Show all lines of the listing that hold the word "same".

| Supplied records |
■ ■ ■ ■ ■ ■ ■

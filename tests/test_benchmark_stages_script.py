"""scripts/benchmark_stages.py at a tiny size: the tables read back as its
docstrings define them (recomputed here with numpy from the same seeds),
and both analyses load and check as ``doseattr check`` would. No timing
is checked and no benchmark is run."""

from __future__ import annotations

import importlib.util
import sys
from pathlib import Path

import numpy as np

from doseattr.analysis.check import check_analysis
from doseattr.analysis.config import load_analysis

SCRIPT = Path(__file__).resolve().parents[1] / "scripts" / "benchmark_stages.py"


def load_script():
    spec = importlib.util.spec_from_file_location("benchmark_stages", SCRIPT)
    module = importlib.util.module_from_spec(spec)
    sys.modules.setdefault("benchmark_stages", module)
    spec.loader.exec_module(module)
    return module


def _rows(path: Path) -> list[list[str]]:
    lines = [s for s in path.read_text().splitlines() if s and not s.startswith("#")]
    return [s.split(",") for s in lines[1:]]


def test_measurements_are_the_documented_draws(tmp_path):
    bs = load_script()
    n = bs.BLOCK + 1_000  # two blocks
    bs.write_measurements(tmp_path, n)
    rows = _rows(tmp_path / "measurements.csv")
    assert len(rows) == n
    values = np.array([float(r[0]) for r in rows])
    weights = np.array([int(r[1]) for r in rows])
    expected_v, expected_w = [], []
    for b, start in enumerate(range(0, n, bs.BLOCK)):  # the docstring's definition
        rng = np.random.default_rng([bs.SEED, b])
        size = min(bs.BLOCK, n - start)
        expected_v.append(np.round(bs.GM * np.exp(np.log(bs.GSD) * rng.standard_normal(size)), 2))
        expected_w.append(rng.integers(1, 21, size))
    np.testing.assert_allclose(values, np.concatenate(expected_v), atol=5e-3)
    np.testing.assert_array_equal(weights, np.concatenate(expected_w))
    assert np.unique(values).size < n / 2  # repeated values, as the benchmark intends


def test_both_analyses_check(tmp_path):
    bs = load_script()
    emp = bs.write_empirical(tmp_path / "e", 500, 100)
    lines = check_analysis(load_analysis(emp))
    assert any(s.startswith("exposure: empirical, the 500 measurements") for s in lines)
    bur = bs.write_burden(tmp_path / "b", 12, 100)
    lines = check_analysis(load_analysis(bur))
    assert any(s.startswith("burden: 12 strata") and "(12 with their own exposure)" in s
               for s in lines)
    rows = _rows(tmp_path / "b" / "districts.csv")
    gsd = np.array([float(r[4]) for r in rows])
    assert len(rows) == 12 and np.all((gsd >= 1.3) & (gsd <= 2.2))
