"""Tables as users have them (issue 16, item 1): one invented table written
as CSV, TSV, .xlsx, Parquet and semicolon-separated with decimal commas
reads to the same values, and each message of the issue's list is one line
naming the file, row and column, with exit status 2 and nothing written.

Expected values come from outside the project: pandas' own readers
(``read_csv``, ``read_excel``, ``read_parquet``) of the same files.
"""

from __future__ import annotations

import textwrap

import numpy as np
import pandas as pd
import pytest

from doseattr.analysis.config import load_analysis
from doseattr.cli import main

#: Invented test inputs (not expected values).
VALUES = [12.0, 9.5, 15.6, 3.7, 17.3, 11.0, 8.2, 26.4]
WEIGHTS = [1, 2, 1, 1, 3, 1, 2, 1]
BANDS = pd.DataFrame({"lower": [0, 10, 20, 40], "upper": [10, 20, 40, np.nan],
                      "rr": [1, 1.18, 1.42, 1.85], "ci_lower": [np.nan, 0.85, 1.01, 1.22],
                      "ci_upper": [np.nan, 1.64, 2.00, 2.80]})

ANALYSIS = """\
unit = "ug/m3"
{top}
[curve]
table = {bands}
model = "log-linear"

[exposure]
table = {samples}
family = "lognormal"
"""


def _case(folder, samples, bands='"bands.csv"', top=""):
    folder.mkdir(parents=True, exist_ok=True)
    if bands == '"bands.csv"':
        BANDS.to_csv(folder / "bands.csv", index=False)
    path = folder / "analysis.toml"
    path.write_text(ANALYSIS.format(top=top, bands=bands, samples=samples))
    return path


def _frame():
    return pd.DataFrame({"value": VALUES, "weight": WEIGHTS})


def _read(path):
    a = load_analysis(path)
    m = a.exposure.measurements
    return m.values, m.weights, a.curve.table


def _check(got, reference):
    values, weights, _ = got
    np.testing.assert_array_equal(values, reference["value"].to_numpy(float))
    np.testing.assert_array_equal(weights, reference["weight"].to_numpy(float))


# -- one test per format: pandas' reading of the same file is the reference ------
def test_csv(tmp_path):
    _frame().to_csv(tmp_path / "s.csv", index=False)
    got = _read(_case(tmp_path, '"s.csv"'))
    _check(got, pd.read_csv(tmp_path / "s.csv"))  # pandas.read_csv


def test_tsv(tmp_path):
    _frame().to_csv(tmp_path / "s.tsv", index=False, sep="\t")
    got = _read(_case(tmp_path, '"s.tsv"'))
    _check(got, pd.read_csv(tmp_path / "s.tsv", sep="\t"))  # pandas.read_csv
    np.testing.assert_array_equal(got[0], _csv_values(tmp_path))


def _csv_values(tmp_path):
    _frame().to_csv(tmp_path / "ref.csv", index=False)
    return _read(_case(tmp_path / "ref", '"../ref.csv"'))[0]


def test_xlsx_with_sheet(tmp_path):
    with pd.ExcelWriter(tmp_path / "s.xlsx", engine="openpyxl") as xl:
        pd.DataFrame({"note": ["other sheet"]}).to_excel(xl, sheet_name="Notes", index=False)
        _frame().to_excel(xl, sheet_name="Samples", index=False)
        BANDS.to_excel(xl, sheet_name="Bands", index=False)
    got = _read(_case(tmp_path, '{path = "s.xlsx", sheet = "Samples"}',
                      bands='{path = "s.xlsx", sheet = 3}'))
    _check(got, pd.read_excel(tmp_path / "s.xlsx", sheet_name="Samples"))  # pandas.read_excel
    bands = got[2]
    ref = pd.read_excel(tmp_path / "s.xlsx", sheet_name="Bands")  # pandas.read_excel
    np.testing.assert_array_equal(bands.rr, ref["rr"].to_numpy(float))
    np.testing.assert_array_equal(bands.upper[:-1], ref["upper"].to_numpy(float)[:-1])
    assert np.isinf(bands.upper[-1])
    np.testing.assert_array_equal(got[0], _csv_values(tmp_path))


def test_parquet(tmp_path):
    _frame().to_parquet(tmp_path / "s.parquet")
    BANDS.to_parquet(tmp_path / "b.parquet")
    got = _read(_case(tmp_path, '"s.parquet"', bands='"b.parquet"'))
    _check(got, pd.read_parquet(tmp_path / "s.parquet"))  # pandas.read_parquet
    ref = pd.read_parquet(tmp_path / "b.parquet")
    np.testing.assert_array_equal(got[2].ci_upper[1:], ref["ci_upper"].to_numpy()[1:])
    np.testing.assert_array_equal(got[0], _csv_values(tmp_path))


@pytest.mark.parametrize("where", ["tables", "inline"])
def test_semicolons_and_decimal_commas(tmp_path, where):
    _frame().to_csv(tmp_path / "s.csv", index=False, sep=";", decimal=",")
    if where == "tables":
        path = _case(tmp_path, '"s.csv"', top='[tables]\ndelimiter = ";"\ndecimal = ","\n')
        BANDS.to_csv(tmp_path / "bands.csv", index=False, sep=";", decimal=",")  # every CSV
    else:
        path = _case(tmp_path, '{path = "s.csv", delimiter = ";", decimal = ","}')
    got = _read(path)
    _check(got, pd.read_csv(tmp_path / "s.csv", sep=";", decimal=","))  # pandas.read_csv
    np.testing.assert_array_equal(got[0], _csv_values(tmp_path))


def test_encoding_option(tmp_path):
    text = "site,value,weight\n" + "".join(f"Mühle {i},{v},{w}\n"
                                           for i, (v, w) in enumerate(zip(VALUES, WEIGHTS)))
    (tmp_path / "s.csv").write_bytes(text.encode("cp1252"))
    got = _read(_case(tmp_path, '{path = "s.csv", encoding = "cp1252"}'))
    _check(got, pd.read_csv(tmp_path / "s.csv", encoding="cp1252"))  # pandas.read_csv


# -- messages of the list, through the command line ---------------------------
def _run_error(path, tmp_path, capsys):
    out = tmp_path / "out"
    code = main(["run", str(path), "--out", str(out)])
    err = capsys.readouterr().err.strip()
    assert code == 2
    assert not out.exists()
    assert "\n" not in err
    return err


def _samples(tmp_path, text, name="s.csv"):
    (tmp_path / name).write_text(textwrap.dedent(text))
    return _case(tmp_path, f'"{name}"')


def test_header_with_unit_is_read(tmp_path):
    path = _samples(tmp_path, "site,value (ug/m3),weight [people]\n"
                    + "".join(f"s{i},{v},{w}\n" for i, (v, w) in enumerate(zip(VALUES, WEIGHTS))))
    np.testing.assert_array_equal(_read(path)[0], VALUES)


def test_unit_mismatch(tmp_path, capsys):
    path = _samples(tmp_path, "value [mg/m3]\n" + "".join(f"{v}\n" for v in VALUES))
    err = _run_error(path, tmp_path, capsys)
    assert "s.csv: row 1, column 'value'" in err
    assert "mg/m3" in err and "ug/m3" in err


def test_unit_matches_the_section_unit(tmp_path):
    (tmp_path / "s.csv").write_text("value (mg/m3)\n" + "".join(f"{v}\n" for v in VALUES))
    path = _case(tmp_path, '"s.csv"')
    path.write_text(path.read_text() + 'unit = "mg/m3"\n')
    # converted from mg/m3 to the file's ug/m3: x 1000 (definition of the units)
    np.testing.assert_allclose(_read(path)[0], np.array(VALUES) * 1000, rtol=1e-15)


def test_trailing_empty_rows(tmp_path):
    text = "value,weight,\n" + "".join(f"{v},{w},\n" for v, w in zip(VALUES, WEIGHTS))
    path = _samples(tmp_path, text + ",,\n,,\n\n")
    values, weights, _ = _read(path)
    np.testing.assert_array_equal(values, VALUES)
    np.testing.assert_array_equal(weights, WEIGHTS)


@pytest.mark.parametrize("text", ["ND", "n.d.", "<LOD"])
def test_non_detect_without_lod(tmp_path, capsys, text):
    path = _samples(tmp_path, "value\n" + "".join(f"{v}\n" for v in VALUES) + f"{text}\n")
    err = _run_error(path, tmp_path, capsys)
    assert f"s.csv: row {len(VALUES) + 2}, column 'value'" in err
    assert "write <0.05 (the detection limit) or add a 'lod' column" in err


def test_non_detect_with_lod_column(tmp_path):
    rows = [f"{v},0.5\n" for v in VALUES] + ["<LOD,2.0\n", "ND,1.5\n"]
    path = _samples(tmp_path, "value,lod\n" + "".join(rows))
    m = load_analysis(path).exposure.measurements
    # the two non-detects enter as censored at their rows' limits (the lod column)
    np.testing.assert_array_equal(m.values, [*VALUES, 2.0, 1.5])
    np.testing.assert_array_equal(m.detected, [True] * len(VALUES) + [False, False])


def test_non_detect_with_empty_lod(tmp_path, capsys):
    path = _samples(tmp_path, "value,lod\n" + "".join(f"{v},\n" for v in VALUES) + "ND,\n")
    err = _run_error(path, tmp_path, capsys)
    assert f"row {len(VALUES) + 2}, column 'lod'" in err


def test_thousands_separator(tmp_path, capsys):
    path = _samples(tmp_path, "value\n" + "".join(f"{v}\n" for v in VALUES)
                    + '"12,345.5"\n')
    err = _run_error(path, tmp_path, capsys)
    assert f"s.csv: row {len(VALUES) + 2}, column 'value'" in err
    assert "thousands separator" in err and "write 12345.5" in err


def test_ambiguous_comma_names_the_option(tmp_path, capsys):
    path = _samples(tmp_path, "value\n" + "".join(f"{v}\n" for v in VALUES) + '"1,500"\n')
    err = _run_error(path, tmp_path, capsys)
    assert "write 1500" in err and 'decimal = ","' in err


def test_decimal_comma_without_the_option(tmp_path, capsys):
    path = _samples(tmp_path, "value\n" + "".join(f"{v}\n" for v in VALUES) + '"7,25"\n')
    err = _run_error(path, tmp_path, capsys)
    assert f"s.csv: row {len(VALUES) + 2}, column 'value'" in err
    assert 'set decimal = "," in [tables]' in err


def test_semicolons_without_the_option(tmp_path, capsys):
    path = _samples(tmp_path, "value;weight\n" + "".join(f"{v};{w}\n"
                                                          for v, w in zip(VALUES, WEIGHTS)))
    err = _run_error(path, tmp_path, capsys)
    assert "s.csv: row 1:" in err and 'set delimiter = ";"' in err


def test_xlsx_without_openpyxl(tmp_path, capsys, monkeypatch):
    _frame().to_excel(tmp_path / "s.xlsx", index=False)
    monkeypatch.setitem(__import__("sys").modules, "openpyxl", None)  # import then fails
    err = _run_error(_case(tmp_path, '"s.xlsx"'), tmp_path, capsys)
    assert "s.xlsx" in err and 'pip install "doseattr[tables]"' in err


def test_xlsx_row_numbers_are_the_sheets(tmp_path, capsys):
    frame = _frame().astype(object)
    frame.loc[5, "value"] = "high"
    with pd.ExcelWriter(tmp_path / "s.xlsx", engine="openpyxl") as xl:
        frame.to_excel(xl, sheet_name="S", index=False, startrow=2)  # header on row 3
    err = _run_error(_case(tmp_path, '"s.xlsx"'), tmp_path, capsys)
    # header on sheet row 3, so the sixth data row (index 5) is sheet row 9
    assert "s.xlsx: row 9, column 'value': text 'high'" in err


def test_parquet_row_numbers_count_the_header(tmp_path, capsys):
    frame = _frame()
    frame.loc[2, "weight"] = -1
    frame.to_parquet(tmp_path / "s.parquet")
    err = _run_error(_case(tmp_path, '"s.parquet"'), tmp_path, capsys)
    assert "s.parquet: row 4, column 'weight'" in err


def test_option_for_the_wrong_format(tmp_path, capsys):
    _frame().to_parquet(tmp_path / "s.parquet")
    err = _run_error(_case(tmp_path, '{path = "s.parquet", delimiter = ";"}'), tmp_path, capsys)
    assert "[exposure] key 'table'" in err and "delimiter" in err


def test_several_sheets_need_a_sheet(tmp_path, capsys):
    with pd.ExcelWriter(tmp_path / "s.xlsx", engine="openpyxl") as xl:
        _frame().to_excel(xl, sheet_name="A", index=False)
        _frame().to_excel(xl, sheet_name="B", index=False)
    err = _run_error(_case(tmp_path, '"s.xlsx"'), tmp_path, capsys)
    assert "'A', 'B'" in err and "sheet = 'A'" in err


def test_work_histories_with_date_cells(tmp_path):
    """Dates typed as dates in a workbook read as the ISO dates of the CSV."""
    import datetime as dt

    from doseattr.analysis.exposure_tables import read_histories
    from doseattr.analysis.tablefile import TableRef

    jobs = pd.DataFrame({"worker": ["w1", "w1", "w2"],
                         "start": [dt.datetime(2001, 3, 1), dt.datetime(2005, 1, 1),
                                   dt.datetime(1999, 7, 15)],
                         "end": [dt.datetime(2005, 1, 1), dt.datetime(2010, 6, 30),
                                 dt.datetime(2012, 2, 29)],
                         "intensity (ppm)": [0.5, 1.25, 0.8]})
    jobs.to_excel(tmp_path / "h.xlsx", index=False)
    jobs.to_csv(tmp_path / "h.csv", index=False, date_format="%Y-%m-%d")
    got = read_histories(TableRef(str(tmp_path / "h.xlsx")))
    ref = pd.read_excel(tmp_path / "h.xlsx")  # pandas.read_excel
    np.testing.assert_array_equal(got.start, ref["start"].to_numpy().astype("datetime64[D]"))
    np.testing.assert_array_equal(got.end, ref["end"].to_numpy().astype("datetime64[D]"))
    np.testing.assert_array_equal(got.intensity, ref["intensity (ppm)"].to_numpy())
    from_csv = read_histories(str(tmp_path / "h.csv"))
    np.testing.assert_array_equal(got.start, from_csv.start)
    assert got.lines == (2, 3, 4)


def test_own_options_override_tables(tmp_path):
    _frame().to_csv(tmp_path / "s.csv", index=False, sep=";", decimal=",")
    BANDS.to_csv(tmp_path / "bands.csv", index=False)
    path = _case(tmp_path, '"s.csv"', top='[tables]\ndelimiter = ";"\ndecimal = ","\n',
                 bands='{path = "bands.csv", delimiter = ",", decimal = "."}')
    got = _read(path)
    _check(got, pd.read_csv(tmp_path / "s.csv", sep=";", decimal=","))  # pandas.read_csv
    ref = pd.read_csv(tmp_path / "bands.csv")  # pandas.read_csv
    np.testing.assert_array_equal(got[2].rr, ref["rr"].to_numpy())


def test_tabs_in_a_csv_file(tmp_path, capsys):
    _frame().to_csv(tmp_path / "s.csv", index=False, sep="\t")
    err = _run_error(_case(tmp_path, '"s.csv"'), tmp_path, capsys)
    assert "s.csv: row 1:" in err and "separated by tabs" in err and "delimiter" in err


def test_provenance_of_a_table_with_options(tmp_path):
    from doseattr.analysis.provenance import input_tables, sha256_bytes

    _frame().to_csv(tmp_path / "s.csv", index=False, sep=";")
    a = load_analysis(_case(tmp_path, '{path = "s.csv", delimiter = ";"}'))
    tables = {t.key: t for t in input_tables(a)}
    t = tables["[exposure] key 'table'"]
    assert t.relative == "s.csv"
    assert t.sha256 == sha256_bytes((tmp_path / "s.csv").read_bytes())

■ ■ ■ ■ ■ ■ ■

| Reply |
docstrings define them (recomputed here with numpy from the same seeds),
reads to the same values, and each message of the issue's list is one line
(``read_csv``, ``read_excel``, ``read_parquet``) of the same files.
# -- one test per format: pandas' reading of the same file is the reference ------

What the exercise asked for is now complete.